*Exercise brief*: Check every line below for the string "number", and copy the lines that contain it.

(Saved entries)
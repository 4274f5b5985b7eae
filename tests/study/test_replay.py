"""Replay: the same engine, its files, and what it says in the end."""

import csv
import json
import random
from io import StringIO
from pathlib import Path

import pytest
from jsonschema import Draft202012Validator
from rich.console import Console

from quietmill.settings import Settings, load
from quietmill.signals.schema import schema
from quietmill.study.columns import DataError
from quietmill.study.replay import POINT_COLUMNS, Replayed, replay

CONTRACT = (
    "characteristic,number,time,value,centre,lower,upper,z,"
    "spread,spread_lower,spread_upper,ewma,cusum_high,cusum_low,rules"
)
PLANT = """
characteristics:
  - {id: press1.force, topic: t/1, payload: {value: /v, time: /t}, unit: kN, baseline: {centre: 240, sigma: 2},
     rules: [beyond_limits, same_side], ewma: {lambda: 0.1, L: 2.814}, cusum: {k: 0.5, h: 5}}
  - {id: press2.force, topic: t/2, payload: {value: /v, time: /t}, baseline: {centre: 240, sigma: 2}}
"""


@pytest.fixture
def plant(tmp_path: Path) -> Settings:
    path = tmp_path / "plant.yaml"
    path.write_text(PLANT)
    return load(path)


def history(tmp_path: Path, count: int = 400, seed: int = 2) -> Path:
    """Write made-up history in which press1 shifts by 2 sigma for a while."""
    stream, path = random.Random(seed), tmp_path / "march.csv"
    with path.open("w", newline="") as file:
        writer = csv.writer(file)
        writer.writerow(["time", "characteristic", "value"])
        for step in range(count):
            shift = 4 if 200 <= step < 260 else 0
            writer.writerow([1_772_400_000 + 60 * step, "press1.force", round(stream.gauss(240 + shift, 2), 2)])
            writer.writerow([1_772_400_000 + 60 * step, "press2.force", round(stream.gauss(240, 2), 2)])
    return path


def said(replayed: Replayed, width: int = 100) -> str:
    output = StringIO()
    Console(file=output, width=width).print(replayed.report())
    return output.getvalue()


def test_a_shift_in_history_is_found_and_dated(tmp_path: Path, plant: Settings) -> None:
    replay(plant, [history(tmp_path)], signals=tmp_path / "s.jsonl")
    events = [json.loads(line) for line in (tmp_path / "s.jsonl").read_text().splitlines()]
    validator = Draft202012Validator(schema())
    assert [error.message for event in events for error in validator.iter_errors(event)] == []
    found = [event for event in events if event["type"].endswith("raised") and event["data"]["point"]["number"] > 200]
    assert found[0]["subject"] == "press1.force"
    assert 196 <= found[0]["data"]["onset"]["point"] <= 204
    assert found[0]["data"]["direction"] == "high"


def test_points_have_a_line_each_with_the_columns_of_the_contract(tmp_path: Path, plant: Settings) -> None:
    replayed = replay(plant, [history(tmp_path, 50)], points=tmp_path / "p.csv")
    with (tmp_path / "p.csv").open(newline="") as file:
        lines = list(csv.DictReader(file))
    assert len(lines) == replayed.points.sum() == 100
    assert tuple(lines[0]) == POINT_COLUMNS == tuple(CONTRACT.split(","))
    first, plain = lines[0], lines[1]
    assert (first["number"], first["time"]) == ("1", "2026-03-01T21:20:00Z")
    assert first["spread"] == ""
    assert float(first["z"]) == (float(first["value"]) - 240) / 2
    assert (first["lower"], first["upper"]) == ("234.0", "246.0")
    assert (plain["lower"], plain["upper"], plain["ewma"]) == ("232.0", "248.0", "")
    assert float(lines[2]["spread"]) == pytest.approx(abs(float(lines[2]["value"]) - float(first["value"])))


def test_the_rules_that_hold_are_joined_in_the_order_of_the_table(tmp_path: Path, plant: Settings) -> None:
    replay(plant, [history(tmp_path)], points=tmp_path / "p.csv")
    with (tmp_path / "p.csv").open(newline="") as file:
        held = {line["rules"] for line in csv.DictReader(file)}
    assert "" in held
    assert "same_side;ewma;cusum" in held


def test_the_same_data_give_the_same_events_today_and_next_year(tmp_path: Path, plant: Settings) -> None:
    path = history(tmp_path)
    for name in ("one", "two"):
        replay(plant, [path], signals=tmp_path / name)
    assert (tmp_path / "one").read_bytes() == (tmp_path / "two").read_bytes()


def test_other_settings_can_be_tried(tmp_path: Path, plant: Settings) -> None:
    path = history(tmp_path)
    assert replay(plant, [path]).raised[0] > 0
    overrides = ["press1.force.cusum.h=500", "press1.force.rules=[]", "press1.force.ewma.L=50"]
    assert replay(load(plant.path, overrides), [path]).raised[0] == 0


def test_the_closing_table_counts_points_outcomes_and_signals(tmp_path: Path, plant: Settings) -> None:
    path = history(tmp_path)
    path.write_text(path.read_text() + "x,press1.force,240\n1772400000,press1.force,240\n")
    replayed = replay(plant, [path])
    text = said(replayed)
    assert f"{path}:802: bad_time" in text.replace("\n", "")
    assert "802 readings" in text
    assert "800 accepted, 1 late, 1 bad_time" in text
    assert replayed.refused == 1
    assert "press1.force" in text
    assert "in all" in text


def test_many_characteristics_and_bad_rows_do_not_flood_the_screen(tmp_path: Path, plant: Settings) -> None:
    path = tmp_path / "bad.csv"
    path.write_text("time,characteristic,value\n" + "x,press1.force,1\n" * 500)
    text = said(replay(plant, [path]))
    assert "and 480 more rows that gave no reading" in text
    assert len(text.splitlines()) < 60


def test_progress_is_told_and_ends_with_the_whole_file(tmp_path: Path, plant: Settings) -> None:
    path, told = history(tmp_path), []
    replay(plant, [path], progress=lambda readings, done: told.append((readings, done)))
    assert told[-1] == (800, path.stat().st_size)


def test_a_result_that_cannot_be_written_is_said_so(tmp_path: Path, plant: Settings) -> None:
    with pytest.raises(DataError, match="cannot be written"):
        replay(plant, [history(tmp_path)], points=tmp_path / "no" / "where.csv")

*Exercise solution*:
    "characteristic,number,time,value,centre,lower,upper,z,"
    found = [event for event in events if event["type"].endswith("raised") and event["data"]["point"]["number"] > 200]
    assert (first["number"], first["time"]) == ("1", "2026-03-01T21:20:00Z")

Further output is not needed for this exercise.